------ Record excerpts ------

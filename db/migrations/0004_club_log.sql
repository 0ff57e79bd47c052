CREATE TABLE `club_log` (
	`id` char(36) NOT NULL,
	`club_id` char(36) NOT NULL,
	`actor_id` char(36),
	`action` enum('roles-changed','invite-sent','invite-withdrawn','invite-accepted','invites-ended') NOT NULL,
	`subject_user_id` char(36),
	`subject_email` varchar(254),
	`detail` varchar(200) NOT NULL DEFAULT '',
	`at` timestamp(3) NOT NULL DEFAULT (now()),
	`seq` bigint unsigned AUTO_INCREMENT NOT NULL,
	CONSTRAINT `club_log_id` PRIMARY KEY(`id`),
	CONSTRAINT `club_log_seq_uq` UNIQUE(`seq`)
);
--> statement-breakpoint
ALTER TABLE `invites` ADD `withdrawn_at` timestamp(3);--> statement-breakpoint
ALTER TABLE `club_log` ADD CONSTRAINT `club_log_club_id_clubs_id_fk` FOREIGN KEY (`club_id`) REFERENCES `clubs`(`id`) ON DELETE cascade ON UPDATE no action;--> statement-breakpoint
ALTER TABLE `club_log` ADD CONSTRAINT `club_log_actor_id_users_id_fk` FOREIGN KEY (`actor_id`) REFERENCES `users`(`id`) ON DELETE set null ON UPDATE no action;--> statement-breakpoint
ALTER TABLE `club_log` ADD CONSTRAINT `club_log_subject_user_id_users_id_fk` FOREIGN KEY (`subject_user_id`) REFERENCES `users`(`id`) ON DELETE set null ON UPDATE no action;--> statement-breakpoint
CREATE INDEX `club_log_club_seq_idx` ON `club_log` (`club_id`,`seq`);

------
------ Record excerpts ------

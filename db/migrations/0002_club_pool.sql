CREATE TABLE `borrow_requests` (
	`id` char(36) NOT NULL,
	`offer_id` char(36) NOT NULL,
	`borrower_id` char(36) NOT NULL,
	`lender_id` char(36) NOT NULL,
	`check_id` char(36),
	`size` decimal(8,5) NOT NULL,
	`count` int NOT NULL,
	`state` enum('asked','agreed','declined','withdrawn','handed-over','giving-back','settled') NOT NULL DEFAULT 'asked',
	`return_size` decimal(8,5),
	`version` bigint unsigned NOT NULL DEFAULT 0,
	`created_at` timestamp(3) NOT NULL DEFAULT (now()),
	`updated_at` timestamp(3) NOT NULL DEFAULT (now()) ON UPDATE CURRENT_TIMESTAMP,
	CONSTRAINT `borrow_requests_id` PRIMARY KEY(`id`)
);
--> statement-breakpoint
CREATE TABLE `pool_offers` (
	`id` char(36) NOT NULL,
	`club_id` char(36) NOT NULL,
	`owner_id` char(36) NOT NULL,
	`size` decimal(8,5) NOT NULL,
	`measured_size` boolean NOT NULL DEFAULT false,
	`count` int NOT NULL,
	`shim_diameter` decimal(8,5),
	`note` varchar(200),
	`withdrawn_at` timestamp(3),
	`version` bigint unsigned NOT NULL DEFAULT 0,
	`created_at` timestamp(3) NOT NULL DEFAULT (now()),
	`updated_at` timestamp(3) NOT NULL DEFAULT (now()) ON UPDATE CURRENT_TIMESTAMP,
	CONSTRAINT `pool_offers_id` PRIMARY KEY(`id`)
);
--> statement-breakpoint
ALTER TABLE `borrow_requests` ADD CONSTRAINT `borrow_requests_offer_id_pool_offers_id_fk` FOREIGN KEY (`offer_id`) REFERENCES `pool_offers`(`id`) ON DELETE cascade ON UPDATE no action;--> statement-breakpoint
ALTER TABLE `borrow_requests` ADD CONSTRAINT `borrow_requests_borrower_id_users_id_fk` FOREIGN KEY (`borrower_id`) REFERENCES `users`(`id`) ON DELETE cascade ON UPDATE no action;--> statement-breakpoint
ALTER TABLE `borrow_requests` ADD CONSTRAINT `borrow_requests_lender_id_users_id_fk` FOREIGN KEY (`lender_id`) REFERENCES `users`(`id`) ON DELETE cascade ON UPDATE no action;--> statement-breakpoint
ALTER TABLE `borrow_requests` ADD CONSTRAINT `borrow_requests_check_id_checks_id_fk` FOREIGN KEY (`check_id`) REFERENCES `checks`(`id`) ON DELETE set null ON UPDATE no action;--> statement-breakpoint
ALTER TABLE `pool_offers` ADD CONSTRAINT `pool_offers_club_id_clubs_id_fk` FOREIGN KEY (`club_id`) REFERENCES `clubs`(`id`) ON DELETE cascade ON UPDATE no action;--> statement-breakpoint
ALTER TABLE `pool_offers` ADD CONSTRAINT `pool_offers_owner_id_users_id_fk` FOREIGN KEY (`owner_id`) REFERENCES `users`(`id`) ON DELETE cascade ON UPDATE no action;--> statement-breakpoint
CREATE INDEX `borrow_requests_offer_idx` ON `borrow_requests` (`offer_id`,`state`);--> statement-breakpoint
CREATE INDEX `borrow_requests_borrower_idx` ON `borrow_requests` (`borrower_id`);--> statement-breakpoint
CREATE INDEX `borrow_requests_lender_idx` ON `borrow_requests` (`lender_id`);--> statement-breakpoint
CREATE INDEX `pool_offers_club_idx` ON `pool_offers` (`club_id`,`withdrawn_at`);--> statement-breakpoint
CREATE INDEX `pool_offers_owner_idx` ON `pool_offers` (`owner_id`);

------
------ Record excerpts ------

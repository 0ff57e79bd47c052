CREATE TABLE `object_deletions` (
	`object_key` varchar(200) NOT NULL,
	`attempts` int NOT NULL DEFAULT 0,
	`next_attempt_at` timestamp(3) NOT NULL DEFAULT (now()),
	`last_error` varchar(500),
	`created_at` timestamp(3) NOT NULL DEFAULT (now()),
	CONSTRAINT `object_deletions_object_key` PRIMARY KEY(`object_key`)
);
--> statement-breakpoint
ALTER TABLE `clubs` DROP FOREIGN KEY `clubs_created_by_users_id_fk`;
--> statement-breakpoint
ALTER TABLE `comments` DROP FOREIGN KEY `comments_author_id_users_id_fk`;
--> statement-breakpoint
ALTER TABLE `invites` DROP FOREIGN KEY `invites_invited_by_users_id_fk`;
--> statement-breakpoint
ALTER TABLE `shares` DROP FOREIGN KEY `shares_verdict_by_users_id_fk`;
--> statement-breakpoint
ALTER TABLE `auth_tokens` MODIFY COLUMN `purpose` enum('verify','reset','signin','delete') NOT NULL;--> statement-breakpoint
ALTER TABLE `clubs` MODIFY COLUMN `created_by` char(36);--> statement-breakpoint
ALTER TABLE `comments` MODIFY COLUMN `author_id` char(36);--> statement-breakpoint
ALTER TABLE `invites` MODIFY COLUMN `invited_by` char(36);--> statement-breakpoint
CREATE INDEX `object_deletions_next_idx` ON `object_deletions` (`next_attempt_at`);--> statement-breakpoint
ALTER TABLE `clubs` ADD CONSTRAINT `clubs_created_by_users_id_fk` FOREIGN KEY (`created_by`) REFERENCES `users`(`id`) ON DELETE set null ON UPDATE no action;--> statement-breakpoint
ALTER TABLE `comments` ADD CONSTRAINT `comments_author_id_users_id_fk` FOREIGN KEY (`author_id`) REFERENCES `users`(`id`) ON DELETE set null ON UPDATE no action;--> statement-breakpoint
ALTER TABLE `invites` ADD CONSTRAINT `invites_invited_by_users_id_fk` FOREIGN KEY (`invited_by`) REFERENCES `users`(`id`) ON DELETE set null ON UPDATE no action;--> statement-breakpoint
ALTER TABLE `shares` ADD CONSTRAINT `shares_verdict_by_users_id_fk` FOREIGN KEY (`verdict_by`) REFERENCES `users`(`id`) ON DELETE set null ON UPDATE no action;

------

> _The problem_:
Search the listing for the word "comments". Copy every line in which it occurs.

> _The answer_:
ALTER TABLE `comments` DROP FOREIGN KEY `comments_author_id_users_id_fk`;
ALTER TABLE `comments` MODIFY COLUMN `author_id` char(36);--> statement-breakpoint
ALTER TABLE `comments` ADD CONSTRAINT `comments_author_id_users_id_fk` FOREIGN KEY (`author_id`) REFERENCES `users`(`id`) ON DELETE set null ON UPDATE no action;--> statement-breakpoint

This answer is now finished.